U251 and U87 GBM cells were obtained from ATCC. U251 and U87 cells were maintained in ATCC-formulated Eagle’s Minimum Essential Medium (no. 30-2003), cultured with 10% fetal bovine serum and incubated from 5% CO₂ at 37°C.

Short nucleotide sequences (shRNAs) targeting KIF18A were used to reduce expression, with cross-sequences serving as controls. Plasmids were purchased from Vigene (Cat# SH816146, Vigene Biosciences, Rockville, United States). Plasmid results from the transfection of cells with Lipofectamine^® 3000 (Invitrogen, Thermo Fisher Scientific, Inc.). According to the manufacturer’s protocol, 10,000 cells on 6-month-old tablets were divided into 3 groups: the sh-KIF18A group; the shControl group, after a cross-coding sequence transfer; and the sham group, which was not transferred (data not shown). Cells were collected and then subjected to quantitative PCR or IHC assays to verify transgene efficiency after 48 h. Next, the cell lines which expressed KIF18A were used in in vitro and ex vivo experiments.

Total RNA is extracted using TRIzol reagents (Invitrogen) according to the instructions. Total RNA is retranscribed into the ADNC base using the synthesized M-MuLV First Strand cDNA Synthesis Kit (B532435, Sangon Biotech, China). QPCR is performed on Smart Cycler using SGExcel FastSYBR Mixture (B532954, Sangon Biotech, China). Primer sequences are in the following order: KIF18A (forward) 5′- TGC​TGG​GAA​GAC​CCA​CAC​TAT -3′, and (reverse) 5′- GCT​GGT​GTA​AAG​TAA​GTC​CAT​GA -3′; GAPDH (forward) 5′- AAC​GGA​TTT​GGT​CGT​ATT​GGG -3′, and (reverse) 5′- TCG​CTC​CTG​GAA​GAT​GGT​GAT -3′.

RIPA buffer (Cell Signaling Technology, Inc.) was used to separate GBM cells. All protein samples were extracted and lysed using Danish SDS-PAGE on PVDF membranes after lysis, and the appendix was blocked with 5% fat milk in TBST buffer. The PVDF membrane was then treated with the primary antibody for 1.5 h at room temperature. Membranes were injected with secondary antibody, and the signal was recorded for 1 h at room temperature.

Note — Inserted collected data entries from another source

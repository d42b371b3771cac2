import { serialize, deserialize } from 'node:v8';
import { PlateauError } from '../errors/catalogue.js';
import type { SourcePosition } from '../ports/sample-source.js';
import type { CommitBatch, CommitResult, EventToWrite, SampleChunk, Store, StoredChannel, StoredEvent, StoredRecord } from '../ports/store.js';

/**
 * The store port in memory (tests, short runs that need no file): the same contract as SqliteStore,
 * nothing survives the process. A commit is staged on copies and swapped in whole, so a failure
 * (`failNextCommits`, fault injection in tests) leaves nothing of the batch behind. Checkpoints
 * are kept serialised (v8), as SQLite keeps them, so that a restored state never shares memory with
 * the live one.
 */
interface Tables {
  channels: StoredChannel[];
  chunks: Map<string, SampleChunk[]>;
  checkpoints: Map<string, { seq: number; state: Buffer }>;
  marks: Map<string, { seq: number; kind: string }[]>;
  events: StoredEvent[];
  nextEventId: number;
  testPoints: Map<string, { body: string; updatedMs: number }>;
  records: StoredRecord[];
  nextRecordId: number;
  counters: Map<string, number>;
  positions: Map<string, number>;
  state: Map<string, string>;
}

export class MemoryStore implements Store {
  readonly location = ':memory:';
  private tables: Tables = {
    channels: [],
    chunks: new Map(),
    checkpoints: new Map(),
    marks: new Map(),
    events: [],
    nextEventId: 1,
    testPoints: new Map(),
    records: [],
    nextRecordId: 1,
    counters: new Map(),
    positions: new Map(),
    state: new Map(),
  };
  private failures: { count: number; code: 'ERR_STORE_FULL' | 'ERR_STORE_BUSY' | 'ERR_STORE_IO' | 'ERR_STORE_FAILED' } = { count: 0, code: 'ERR_STORE_FAILED' };
  private closed = false;

  /** The next `count` commits fail with `code` (tests). */
  failNextCommits(count: number, code: 'ERR_STORE_FULL' | 'ERR_STORE_BUSY' | 'ERR_STORE_IO' | 'ERR_STORE_FAILED' = 'ERR_STORE_FAILED'): void {
    this.failures = { count, code };
  }

  channels(): StoredChannel[] {
    return this.tables.channels.map((c) => ({ ...c }));
  }

  commit(batch: CommitBatch, nowMs: number): CommitResult {
    this.open();
    // Stage on copies of what the batch touches; swap in only when everything fits.
    const t = this.tables;
    const staged: Tables = {
      channels: t.channels.slice(),
      chunks: new Map(t.chunks),
      checkpoints: new Map(t.checkpoints),
      marks: new Map(t.marks),
      events: t.events,
      nextEventId: t.nextEventId,
      testPoints: new Map(t.testPoints),
      records: t.records,
      nextRecordId: t.nextRecordId,
      counters: new Map(t.counters),
      positions: new Map(t.positions),
      state: batch.state !== undefined && batch.state.length > 0 ? new Map(t.state) : t.state,
    };
    const known = new Set(staged.channels.map((c) => c.name));
    const ensure = (name: string, unit: string | null = null) => {
      if (known.has(name)) return;
      known.add(name);
      staged.channels.push({ name, unit });
    };
    for (const channel of batch.channels) ensure(channel.name, channel.unit);
    for (const chunk of batch.chunks) {
      if (chunk.values.length === 0) continue;
      ensure(chunk.channel);
      const list = (staged.chunks.get(chunk.channel) ?? []).slice();
      const last = list.at(-1);
      if (last !== undefined && chunk.firstSeq < last.firstSeq + last.values.length) {
        throw new PlateauError('ERR_STORE_FAILED', { location: this.location, detail: `channel ${chunk.channel}: chunk at sample ${chunk.firstSeq} overlaps the stored samples` });
      }
      list.push({ channel: chunk.channel, firstSeq: chunk.firstSeq, times: chunk.times.slice(), values: chunk.values.slice(), unstamped: chunk.unstamped === null ? null : chunk.unstamped.slice() });
      staged.chunks.set(chunk.channel, list);
    }
    for (const mark of batch.marks) {
      ensure(mark.channel);
      const list = (staged.marks.get(mark.channel) ?? []).slice();
      if (!list.some((m) => m.seq === mark.seq && m.kind === mark.kind)) list.push({ seq: mark.seq, kind: mark.kind });
      list.sort((a, b) => a.seq - b.seq);
      staged.marks.set(mark.channel, list);
    }
    const events: StoredEvent[] = [];
    let nextEventId = staged.nextEventId;
    for (const event of batch.events) events.push({ id: nextEventId++, ...copyEvent(event) });
    for (const checkpoint of batch.checkpoints) {
      ensure(checkpoint.channel);
      staged.checkpoints.set(checkpoint.channel, { seq: checkpoint.seq, state: serialize(checkpoint.state) });
    }
    for (const point of batch.testPoints) staged.testPoints.set(point.id, { body: JSON.stringify(point.body), updatedMs: nowMs });
    const records: StoredRecord[] = [];
    let nextRecordId = staged.nextRecordId;
    for (const record of batch.records) records.push({ id: nextRecordId++, createdMs: nowMs, body: JSON.parse(JSON.stringify({ testPointId: record.testPointId, body: record.body })) });
    for (const [key, value] of Object.entries(batch.counters)) staged.counters.set(key, value);
    for (const position of batch.positions) if (position.durable) staged.positions.set(position.source, position.sequence);
    for (const entry of batch.state ?? []) {
      if (entry.body === null) staged.state.delete(entry.key);
      else staged.state.set(entry.key, entry.body);
    }
    if (this.failures.count > 0) {
      this.failures.count--;
      throw new PlateauError(this.failures.code, { location: this.location, detail: 'injected failure' });
    }
    staged.events = [...t.events, ...events];
    staged.nextEventId = nextEventId;
    staged.records = [...t.records, ...records];
    staged.nextRecordId = nextRecordId;
    this.tables = staged;
    return { events: events.map((e) => ({ ...e, body: structuredClone(e.body) })) };
  }

  checkpoint(channel: string): { seq: number; state: unknown } | null {
    const row = this.tables.checkpoints.get(channel);
    return row ? { seq: row.seq, state: deserialize(row.state) } : null;
  }

  *samplesFrom(channel: string, fromSeq: number): Generator<SampleChunk> {
    for (const chunk of this.tables.chunks.get(channel) ?? []) {
      if (chunk.firstSeq + chunk.values.length <= fromSeq) continue;
      yield { channel, firstSeq: chunk.firstSeq, times: chunk.times.slice(), values: chunk.values.slice(), unstamped: chunk.unstamped === null ? null : chunk.unstamped.slice() };
    }
  }

  marksFrom(channel: string, fromSeq: number): { seq: number; kind: string }[] {
    return (this.tables.marks.get(channel) ?? []).filter((m) => m.seq >= fromSeq).map((m) => ({ ...m }));
  }

  eventsAfter(id: number, limit: number): StoredEvent[] {
    return this.tables.events.filter((e) => e.id > id).slice(0, limit).map(cloneStored);
  }

  eventsOfKind(kind: string, after: number, limit: number): StoredEvent[] {
    return this.tables.events.filter((e) => e.kind === kind && e.id > after).slice(0, limit).map(cloneStored);
  }

  eventsFor(source: string, limit: number): StoredEvent[] {
    const mine = this.tables.events.filter((e) => e.source === source);
    return mine.slice(Math.max(0, mine.length - limit)).map(cloneStored);
  }

  lastEventId(): number {
    return this.tables.events.at(-1)?.id ?? 0;
  }

  testPoints(): unknown[] {
    return [...this.tables.testPoints.values()].sort((a, b) => a.updatedMs - b.updatedMs).map((row) => JSON.parse(row.body));
  }

  records(testPointId: string): StoredRecord[] {
    return this.tables.records
      .filter((r) => (r.body as { testPointId: string }).testPointId === testPointId)
      .map((r) => ({ id: r.id, createdMs: r.createdMs, body: structuredClone((r.body as { body: unknown }).body) }));
  }

  counters(): Record<string, number> {
    return Object.fromEntries(this.tables.counters);
  }

  stateEntries(prefix: string): { key: string; body: string }[] {
    return [...this.tables.state]
      .filter(([key]) => key.startsWith(prefix))
      .sort(([a], [b]) => (a < b ? -1 : a > b ? 1 : 0))
      .map(([key, body]) => ({ key, body }));
  }

  position(source: string): SourcePosition | null {
    const sequence = this.tables.positions.get(source);
    return sequence === undefined ? null : { source, sequence, durable: true };
  }

  prune(beforeMs: number): { chunks: number; events: number } {
    this.open();
    let chunks = 0;
    for (const [channel, list] of this.tables.chunks) {
      const needed = this.tables.checkpoints.get(channel)?.seq ?? 0;
      const kept = list.filter((c) => !((c.times[c.values.length - 1] as number) < beforeMs && c.firstSeq + c.values.length <= needed));
      chunks += list.length - kept.length;
      this.tables.chunks.set(channel, kept);
    }
    const before = this.tables.events.length;
    this.tables.events = this.tables.events.filter((e) => !(e.timeMs < beforeMs));
    return { chunks, events: before - this.tables.events.length };
  }

  sizeBytes(): number {
    return 0;
  }

  close(): void {
    this.closed = true;
  }

  private open(): void {
    if (this.closed) throw new PlateauError('ERR_STORE_IO', { location: this.location, detail: 'the store is closed' });
  }
}

function copyEvent(event: EventToWrite): EventToWrite {
  return { timeMs: event.timeMs, source: event.source, kind: event.kind, at: event.at, body: structuredClone(event.body) };
}

function cloneStored(event: StoredEvent): StoredEvent {
  return { ...event, body: structuredClone(event.body) };
}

Approximately 8,000 U251 or U87 cells were seeded on 6-well culture plates, as the transfection plasmid was indicated for colony formation by incubation at 37° for 48 h. We then probed the cells in 4% PFA, stained them at 0.2% crystal violet for 30 min at room temperature, and washed them thoroughly with PBS. After that, we counted the number of colonies.

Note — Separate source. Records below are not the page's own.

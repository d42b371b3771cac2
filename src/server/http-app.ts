import { unitLabel } from '../engine/unit-label.js';
import Fastify, { type FastifyInstance, type FastifyReply, type FastifyRequest, type RouteOptions } from 'fastify';
import { existsSync, readFileSync, realpathSync, statSync } from 'node:fs';
import { fileURLToPath } from 'node:url';
import { dirname, join, normalize, sep } from 'node:path';
import pino, { type Logger } from 'pino';
import type { DaemonApi } from '../ports/daemon-api.js';
import { PlateauError, type ErrorCode, type ErrorDetails } from '../errors/catalogue.js';
import { recordCsv, RECORD_CAUTION, type TestPointRecord } from '../engine/test-point-record.js';
import { renderReport, reportTrace } from './report.js';
import { openApiDocument, type DocumentedRoute } from './openapi.js';
import { recordDerivedEntries } from './record-derived.js';
import { recordsCsv } from './records-csv.js';
import { derivedRecordCsv } from '../engine/derived/derived-record.js';
import { sameOrigin } from './origin.js';
import {
  acknowledgement,
  channelSnapshot,
  channelIntake,
  channelSummary,
  channelTraceSchema,
  derivedResult,
  errorReply,
  recordRow,
  storedEvent,
  testPoint as testPointSchema,
  testPointRecord,
  NAME_PATTERN,
  TEST_POINT_ID_PATTERN,
} from './api-schemas.js';
import { WS_LIMITS } from './ws-hub.js';

export { NAME_PATTERN } from './api-schemas.js';

declare module 'fastify' {
  /** Documentation keys copied into the OpenAPI description (fastify itself ignores them). */
  interface FastifySchema {
    summary?: string;
    description?: string;
    security?: Record<string, string[]>[];
  }
}

/**
 * The HTTP API (fastify) and the static dashboard. Built apart from listening, so tests drive it
 * with `app.inject()`.
 *
 * Errors: every failure is `{ error: CODE, message: one line }` with a 4xx status when the request
 * is at fault (validation 400, token 401, cross-site write 403, unknown thing 404, conflict 409,
 * body too large 413, URL too long 414, not JSON 415); a 500 only for a fault of the daemon, logged.
 *
 * Security: every write (test-point control, annotations, alert acknowledgement) needs the
 * configured token when one is set, and the configuration requires one whenever the server listens
 * beyond loopback. The token is checked before the body is read. A write whose Origin header names
 * another site is refused (a page elsewhere cannot drive the rig through a browser on the rig's
 * network). Bodies are size-limited (http.maxBodyBytes), path parameters are length-limited; no CORS
 * headers are sent, so the browser's same-origin rule stands. Pages are served with a content
 * security policy that allows only the daemon's own scripts; the dashboard and the report render
 * every text from the network as text, never as HTML.
 */
export interface HttpAppOptions {
  token: string | null;
  maxBodyBytes: number;
  /** Where a handler's fault (a 500) is logged, with its stack (default: errors to standard output). */
  log?: Logger;
  /** Where dashboard/ lives (defaults to the package's own). */
  dashboardDir?: string;
  /** What the samples' time stamps are, when they are not the rig's real time (the demo: "simulated time, 20x real time"). */
  sampleClock?: string;
}

const root = join(dirname(fileURLToPath(import.meta.url)), '..', '..');
const VERSION = readVersion();

const CONTENT_TYPES: Record<string, string> = {
  '.html': 'text/html; charset=utf-8',
  '.js': 'text/javascript; charset=utf-8',
  '.css': 'text/css; charset=utf-8',
  '.svg': 'image/svg+xml',
  '.json': 'application/json; charset=utf-8',
  '.png': 'image/png',
  '.ico': 'image/x-icon',
};

const PAGE_POLICY = "default-src 'self'; script-src 'self'; style-src 'self' 'unsafe-inline'; img-src 'self' data:; connect-src 'self'; object-src 'none'; base-uri 'none'; form-action 'self'; frame-ancestors 'none'";
/** The report has no script at all. */
const REPORT_POLICY = "default-src 'none'; style-src 'unsafe-inline'; img-src data:; base-uri 'none'; form-action 'none'; frame-ancestors 'none'";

GBM cells were ejected from 96-month tablets in 48 h at 1,000 cells per hole. We treated the MT cells for 4 h, washing them twice with PBS. All stained cells were isolated using 150 ml DMSO and analyzed for OD450.

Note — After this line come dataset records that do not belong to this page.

import { expectRecord, type StateRecord } from '../state/record.js';

/**
 * Sample ring: the samples of one channel's averaging window, oldest first, with their times.
 *
 * A double-ended store over two Float64Arrays (values and times) used as circular buffers.
 * Samples enter at the back and leave from the front (sliding windows, warm-up truncation).
 * Capacity grows by doubling up to `maxCapacity`; a sliding window of W samples is created
 * with `initialCapacity = maxCapacity = W` so it never reallocates.
 *
 * Cost: push and shift are O(1) (amortised O(1) while growing); `at(i)` is O(1).
 * Memory: 16 bytes per slot (8 for the value, 8 for the time).
 */
export interface SampleRingState extends StateRecord<'sample-ring', 1> {
  values: Float64Array;
  times: Float64Array;
}

export class SampleRing {
  private valueSlots: Float64Array;
  private timeSlots: Float64Array;
  private head = 0; // slot of the oldest sample
  private count = 0;
  readonly maxCapacity: number;

  constructor(initialCapacity: number, maxCapacity: number) {
    if (!(maxCapacity >= 1) || !Number.isInteger(maxCapacity)) {
      throw new RangeError('sample ring requires an integer maxCapacity of at least 1');
    }
    const start = Math.max(1, Math.min(initialCapacity, maxCapacity));
    this.valueSlots = new Float64Array(start);
    this.timeSlots = new Float64Array(start);
    this.maxCapacity = maxCapacity;
  }

  get length(): number {
    return this.count;
  }

  get capacity(): number {
    return this.valueSlots.length;
  }

  get isFull(): boolean {
    return this.count === this.maxCapacity;
  }

  /** Appends a sample; the caller must shift first when the ring is full. */
  push(value: number, time: number): void {
    if (this.count === this.valueSlots.length) this.grow();
    let slot = this.head + this.count;
    if (slot >= this.valueSlots.length) slot -= this.valueSlots.length;
    this.valueSlots[slot] = value;
    this.timeSlots[slot] = time;
    this.count++;
  }

  /** Drops the oldest sample. */
  shift(): void {
    if (this.count === 0) return;
    this.head++;
    if (this.head === this.valueSlots.length) this.head = 0;
    this.count--;
  }

  /** Value of the i-th oldest sample (0 = oldest). No bounds check on the hot path. */
  at(i: number): number {
    let slot = this.head + i;
    if (slot >= this.valueSlots.length) slot -= this.valueSlots.length;
    return this.valueSlots[slot] as number;
  }

  /** Time of the i-th oldest sample. */
  timeAt(i: number): number {
    let slot = this.head + i;
    if (slot >= this.timeSlots.length) slot -= this.timeSlots.length;
    return this.timeSlots[slot] as number;
  }

  /** Copies the values, oldest first, into a new array (or `out` when given and large enough). */
  copyValues(out?: Float64Array): Float64Array {
    const target = out && out.length >= this.count ? out : new Float64Array(this.count);
    copyRing(this.valueSlots, this.head, this.count, target);
    return target.length === this.count ? target : target.subarray(0, this.count);
  }

  /** Copies the times, oldest first. */
  copyTimes(): Float64Array {
    const target = new Float64Array(this.count);
    copyRing(this.timeSlots, this.head, this.count, target);
    return target;
  }

  /** Removes every sample. */
  clear(): void {
    this.head = 0;
    this.count = 0;
  }

  /** The newest `count` values (all when fewer), oldest first (a copy). O(count). */
  copyNewestValues(count: number): Float64Array {
    const n = Math.min(count, this.count);
    const out = new Float64Array(n);
    let start = this.head + this.count - n;
    if (start >= this.valueSlots.length) start -= this.valueSlots.length;
    copyRing(this.valueSlots, start, n, out);
    return out;
  }

  /** Plain-data state (live samples only), for persistence. */
  saveState(): SampleRingState {
    return { record: 'sample-ring', version: 1, values: this.copyValues(), times: this.copyTimes() };
  }

  /** Restores a saved state; the ring then holds exactly those samples, oldest first. */
  loadState(state: SampleRingState): void {
    expectRecord(state, 'sample-ring', 1);
    const count = state.values.length;
    if (count > this.maxCapacity) throw new RangeError('sample ring state holds more samples than the ring can');
    const size = Math.max(this.valueSlots.length, Math.min(this.maxCapacity, Math.max(1, count)));
    if (size !== this.valueSlots.length) {
      this.valueSlots = new Float64Array(size);
      this.timeSlots = new Float64Array(size);
    }
    this.valueSlots.set(state.values);
    this.timeSlots.set(state.times);
    this.head = 0;
    this.count = count;
  }

  private grow(): void {
    const size = this.valueSlots.length;
    if (size >= this.maxCapacity) {
      throw new RangeError('sample ring is full: shift before push');
    }
    const next = Math.min(this.maxCapacity, size * 2);
    const values = new Float64Array(next);
    const times = new Float64Array(next);
    copyRing(this.valueSlots, this.head, this.count, values);
    copyRing(this.timeSlots, this.head, this.count, times);
    this.valueSlots = values;
    this.timeSlots = times;
    this.head = 0;
  }
}

function copyRing(source: Float64Array, head: number, count: number, target: Float64Array): void {
  const firstRun = Math.min(count, source.length - head);
  target.set(source.subarray(head, head + firstRun), 0);
  if (firstRun < count) target.set(source.subarray(0, count - firstRun), firstRun);
}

The care of all animals was approved by the Animal Care Committee of our hospital. To measure the tumor volume, we subcutaneously injected ksRNA-transcribed U87 cells into unstimulated mice. The tumor took 2 weeks to form, and the tumor volume was measured again. Finally, all tumors were surgically isolated and harvested for further experiments, and tumor growth curves were calculated individually.

The data were analyzed with GraphPad 6.0 software. All experiments were repeated three times and were confirmed by the results obtained. Statistical comparisons were performed using Student’s t-test. p < 0.05 was considered significant. The correlation between KIF18A expression and clinicopathologic features was investigated using the χ2 criterion and * indicates p < 0.05.